Sobre buñuelos, pingüinos y parabrisas
A Rebeca, verdadera protagonista de esta crónica.
¡Vamos! No tienen que decirlo públicamente, pero ¡acéptenlo! Y acepten que se la pasaron bien. Es cierto, es sofocante, incómodo y riesgoso pero muy sexy. ¿Cuántos primeros besos, primeros roces, no ocurrieron al abrigo de un coche? Y eso que no vivimos en la época de los autocinemas. Alguna vez escuché a alguien decir, “¡si los coches hablaran, qué cosas no dirían!”Antes que los hoteles de paso, estuvieron los coches.
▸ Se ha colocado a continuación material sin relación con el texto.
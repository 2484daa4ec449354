// socket.io on the same server and port as the app, in development and production: an
// engine.io server bound through Nitro's websocket support (the socket.io guide for
// Nuxt; it uses private fields of crossws 0.3.x, held still by our pins and covered by a
// websocket-only test). Connections authenticate from the session cookie; staff join
// their workshop's room, clients the rooms of their jobs. With several app instances,
// @socket.io/postgres-adapter passes events between them through PostgreSQL.
import { Server as Engine } from 'engine.io'
import { Server, type Socket } from 'socket.io'
import { createAdapter } from '@socket.io/postgres-adapter'
import pg from 'pg'
import { parse as parseCookies } from 'cookie-es'
import { liveRooms } from '#shared/types/live'
import type { SessionUserData } from '#shared/types/auth'
import { TABLET_COOKIE } from '#shared/utils/tablet-schemas'
import { usersRepo } from '../repos/users'

async function authenticate(socket: Socket) {
  const name = (useRuntimeConfig().session as { name?: string }).name ?? 'nuxt-session'
  const cookies = parseCookies(socket.request.headers.cookie ?? '')
  const sealed = cookies[name]
  if (!sealed) return undefined
  const password = process.env.NUXT_SESSION_PASSWORD ?? ''
  try {
    const session = await unsealSession(undefined as never, { password, maxAge: 60 * 60 * 12 }, sealed)
    const user = (session.data as { user?: SessionUserData }).user
    if (!user) return undefined
    const row = await usersRepo.byId(useDb(), user.workshopId, user.id)
    if (!row || row.disabled_at || row.session_version !== user.sv) return undefined
    // a PIN session on a shared tablet, as requireRole checks it (server/utils/tablet.ts)
    if (user.tablet && !(await tabletOfSession(user, cookies[TABLET_COOKIE]))) return undefined
    return { ...row, tabletId: user.tablet?.id }
  }
  catch {
    return undefined
  }
}

async function joinRooms(socket: Socket, user: { id: number; workshop_id: number; role: string; tabletId?: number }) {
  if (user.tabletId) await socket.join(liveRooms.tablet(user.tabletId))
  if (user.role !== 'client') {
    await socket.join(liveRooms.workshop(user.workshop_id))
    return
  }
  const jobs = await useDb()('job_members').where({ workshop_id: user.workshop_id, user_id: user.id }).pluck('job_id')
  await socket.join(jobs.map(id => liveRooms.job(Number(id))))
}

export default defineNitroPlugin((nitroApp) => {
  const engine = new Engine({ pingInterval: 10_000, pingTimeout: 8_000 })
  const io = new Server({ serveClient: false })
  const pool = new pg.Pool({ connectionString: appEnv().DATABASE_URL, max: 2 })
  io.adapter(createAdapter(pool, { errorHandler: err => console.error('socket.io adapter:', err.message) }))
  io.bind(engine)
  io.use(async (socket, next) => {
    const user = await authenticate(socket)
    if (!user) return next(new Error('Please sign in'))
    socket.data.userId = user.id
    socket.data.workshopId = user.workshop_id
    await joinRooms(socket, user)
    next()
  })
  setRealtimeServer(io)

  nitroApp.router.use('/socket.io/', defineEventHandler({
    handler(event) {
      engine.handleRequest(event.node.req as never, event.node.res)
      event._handled = true
    },
    websocket: {
      open(peer) {
        const internal = (peer as unknown as { _internal: { nodeReq: { socket: unknown } } })._internal
        // @ts-expect-error private method of engine.io, as in the socket.io guide for Nuxt
        engine.prepare(internal.nodeReq)
        // @ts-expect-error private method of engine.io, as in the socket.io guide for Nuxt
        engine.onWebSocket(internal.nodeReq, internal.nodeReq.socket, (peer as unknown as { websocket: unknown }).websocket)
      },
    },
  }))

  nitroApp.hooks.hook('close', async () => {
    setRealtimeServer(undefined)
    io.close()
    await pool.end()
  })
})
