/**
 * Server memory while it takes a 50-megapixel photo (plain tsx script; `npm run bench` runs it).
 * A synthetic 8660 × 5773 JPEG (just under the 50 MP limit, EXIF orientation 6 as a phone sets
 * it, noisy so it weighs what a camera file does and stays under the 15 MB size limit) goes
 * through the real upload route (POST /api/jobs/[id]/photos, multipart, as the lead) of a built
 * server of its own. The server's peak resident memory is read from /proc (VmHWM, reset just
 * before each upload). Goal: under 600 MB. Prints figures; never asserts.
 */
import { existsSync, readFileSync, writeFileSync } from 'node:fs'
import { tmpdir } from 'node:os'
import { join } from 'node:path'
import { performance } from 'node:perf_hooks'
import sharp from 'sharp'
import { photoForm } from '../setup/photo-fixtures'
import { benchDatabase, DEMO_PASSWORD, DEMO_USERS, procKb, signIn, startBenchServer, watchPeakRss } from './lib/app'
import { mb } from './lib/stats'
import { record } from './lib/results'

const WIDTH = 8660
const HEIGHT = 5773
const UPLOADS = 3
const GOAL_MB = 600

/** The test picture, made once and kept in the temp folder (making it takes half a minute). */
async function photo(): Promise<Buffer> {
  const file = join(tmpdir(), `setline-bench-${WIDTH}x${HEIGHT}-v1.jpg`)
  if (existsSync(file)) return readFileSync(file)
  const jpeg = await sharp({ create: { width: WIDTH, height: HEIGHT, channels: 3, background: '#d9cdb8', noise: { type: 'gaussian', mean: 128, sigma: 14 } } })
    .jpeg({ quality: 85 }).withMetadata({ orientation: 6 }).toBuffer()
  writeFileSync(file, jpeg)
  return jpeg
}

async function main() {
  const input = await photo()
  const db = await benchDatabase()
  const app = await startBenchServer(db.url)
  try {
    const lead = await signIn(app.url, DEMO_USERS.find(u => u.key === 'lead')!.email, DEMO_PASSWORD)
    const jobs = await fetch(`${app.url}/api/jobs`, { headers: { cookie: lead } }).then(r => r.json()) as { id: number }[] | { rows: { id: number }[] }
    const jobId = (Array.isArray(jobs) ? jobs : jobs.rows)[0]!.id
    const idleKb = procKb(app.pid, 'VmRSS')
    const peaks: number[] = []
    const times: number[] = []
    for (let i = 0; i < UPLOADS; i++) {
      const watch = watchPeakRss(app.pid)
      const t0 = performance.now()
      const r = await fetch(`${app.url}/api/jobs/${jobId}/photos`, { method: 'POST', headers: { cookie: lead }, body: photoForm([{ name: 'ceiling-rose.jpg', data: input }], { caption: 'Benchmark photo' }) })
      const body = await r.text()
      times.push(performance.now() - t0)
      peaks.push(watch.stop())
      if (r.status !== 201) throw new Error(`upload answered ${r.status}: ${body}`)
    }
    const peak = Math.max(...peaks)
    console.log(`50 MP upload: ${WIDTH} × ${HEIGHT} JPEG (${(WIDTH * HEIGHT / 1e6).toFixed(1)} MP), ${(input.length / 1048576).toFixed(1)} MB, ${UPLOADS} uploads one after another`)
    console.log(`  answered in ${times.map(t => `${(t / 1000).toFixed(1)} s`).join(', ')}`)
    console.log(`  server RSS ${mb(idleKb)} idle; peak per upload ${peaks.map(mb).join(', ')}   (goal < ${GOAL_MB} MB)`)
    record({ name: 'server peak RSS, 50 MP photo upload', value: mb(peak), target: `< ${GOAL_MB} MB`, met: peak / 1024 < GOAL_MB, note: `${mb(idleKb)} idle; ${(input.length / 1048576).toFixed(1)} MB JPEG answered in ${(Math.min(...times) / 1000).toFixed(1)} s at best` })
  }
  finally {
    await app.stop()
    db.stop()
  }
}

main().catch((err) => {
  console.error(err)
  process.exit(1)
})
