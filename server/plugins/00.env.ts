// Validates the configuration at boot, so a bad setting stops the server with a clear
// message instead of failing on the first request.
export default defineNitroPlugin(() => {
  const env = appEnv()
  const fakeProblem = mailFakeProblem(env)
  if (fakeProblem) throw new Error(fakeProblem)
  const relayProblem = mailRelayProblem(env)
  if (relayProblem) throw new Error(relayProblem)
  if (process.env.NODE_ENV === 'production' && (process.env.NUXT_SESSION_PASSWORD ?? '').length < 32) {
    throw new Error('NUXT_SESSION_PASSWORD must be set to at least 32 characters (npm start generates one into .data/)')
  }
})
Y no me refiero a su orden en la historia de la humanidad, en cuyo caso estoy prácticamente convencida que es exactamente al revés, hablo de ciertos menesteres y descubrimientos amatorios de la juventud temprana. ¿Quién no besó, fajó o hizo cosas peores (o mejores, según sea el caso) en un coche?
Piensen en su primer coche. A lo mejor no era exclusivamente suyo, quizá lo compartían con sus hermanos o era más bien un préstamo esporádico de mamá. Eso no tiene importancia, en todo caso era como un amigo, un wingman. ¿Cuántas andanzas y correrías no tuvieron un coche por cómplice? ¿De cuantos secretos no fue confidente? ¿De cuántos llantos callados con la lluvia golpeteando en el parabrisas no fue testigo?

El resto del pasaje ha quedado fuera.